[[ Supplied material, beginning ]]
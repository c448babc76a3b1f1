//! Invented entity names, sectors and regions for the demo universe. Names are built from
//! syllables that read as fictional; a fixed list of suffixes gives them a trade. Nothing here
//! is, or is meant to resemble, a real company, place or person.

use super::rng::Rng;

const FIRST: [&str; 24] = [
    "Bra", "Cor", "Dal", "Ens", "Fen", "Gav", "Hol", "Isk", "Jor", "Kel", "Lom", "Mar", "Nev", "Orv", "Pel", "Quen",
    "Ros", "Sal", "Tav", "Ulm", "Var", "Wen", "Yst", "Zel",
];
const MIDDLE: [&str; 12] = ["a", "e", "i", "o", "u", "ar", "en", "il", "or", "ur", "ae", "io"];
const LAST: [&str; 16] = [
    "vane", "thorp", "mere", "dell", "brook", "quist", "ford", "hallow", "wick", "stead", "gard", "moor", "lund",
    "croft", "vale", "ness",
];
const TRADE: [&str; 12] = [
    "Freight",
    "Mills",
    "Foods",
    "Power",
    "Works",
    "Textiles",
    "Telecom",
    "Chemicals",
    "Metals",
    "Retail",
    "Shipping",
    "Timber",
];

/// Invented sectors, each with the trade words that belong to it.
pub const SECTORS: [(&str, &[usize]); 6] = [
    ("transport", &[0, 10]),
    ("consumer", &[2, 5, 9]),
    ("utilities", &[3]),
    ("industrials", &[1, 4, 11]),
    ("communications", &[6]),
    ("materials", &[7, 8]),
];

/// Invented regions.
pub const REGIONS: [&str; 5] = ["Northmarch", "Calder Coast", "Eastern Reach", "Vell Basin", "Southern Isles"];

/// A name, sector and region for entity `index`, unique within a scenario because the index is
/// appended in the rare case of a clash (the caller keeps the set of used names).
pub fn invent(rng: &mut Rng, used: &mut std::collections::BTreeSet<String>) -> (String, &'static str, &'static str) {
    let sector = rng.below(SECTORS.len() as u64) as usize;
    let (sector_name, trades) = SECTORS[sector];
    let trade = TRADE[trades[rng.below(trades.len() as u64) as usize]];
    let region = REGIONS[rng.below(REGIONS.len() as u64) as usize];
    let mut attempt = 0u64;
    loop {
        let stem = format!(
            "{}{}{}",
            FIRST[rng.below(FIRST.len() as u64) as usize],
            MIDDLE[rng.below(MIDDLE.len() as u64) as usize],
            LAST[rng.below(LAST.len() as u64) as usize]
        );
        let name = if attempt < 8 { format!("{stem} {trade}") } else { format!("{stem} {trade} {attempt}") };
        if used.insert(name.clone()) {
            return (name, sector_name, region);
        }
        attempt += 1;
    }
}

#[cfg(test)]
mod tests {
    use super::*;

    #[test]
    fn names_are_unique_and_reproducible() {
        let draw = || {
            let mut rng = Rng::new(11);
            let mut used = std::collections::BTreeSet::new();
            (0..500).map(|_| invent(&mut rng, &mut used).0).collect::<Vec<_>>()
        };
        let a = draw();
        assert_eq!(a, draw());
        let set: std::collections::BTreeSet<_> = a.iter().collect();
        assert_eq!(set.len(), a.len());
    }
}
[[ Supplied material, end ]]
## Exercise aim
Search the listing above for the word "FIRST", and copy every line that has it.

## Answer space
const FIRST: [&str; 24] = [
            FIRST[rng.below(FIRST.len() as u64) as usize],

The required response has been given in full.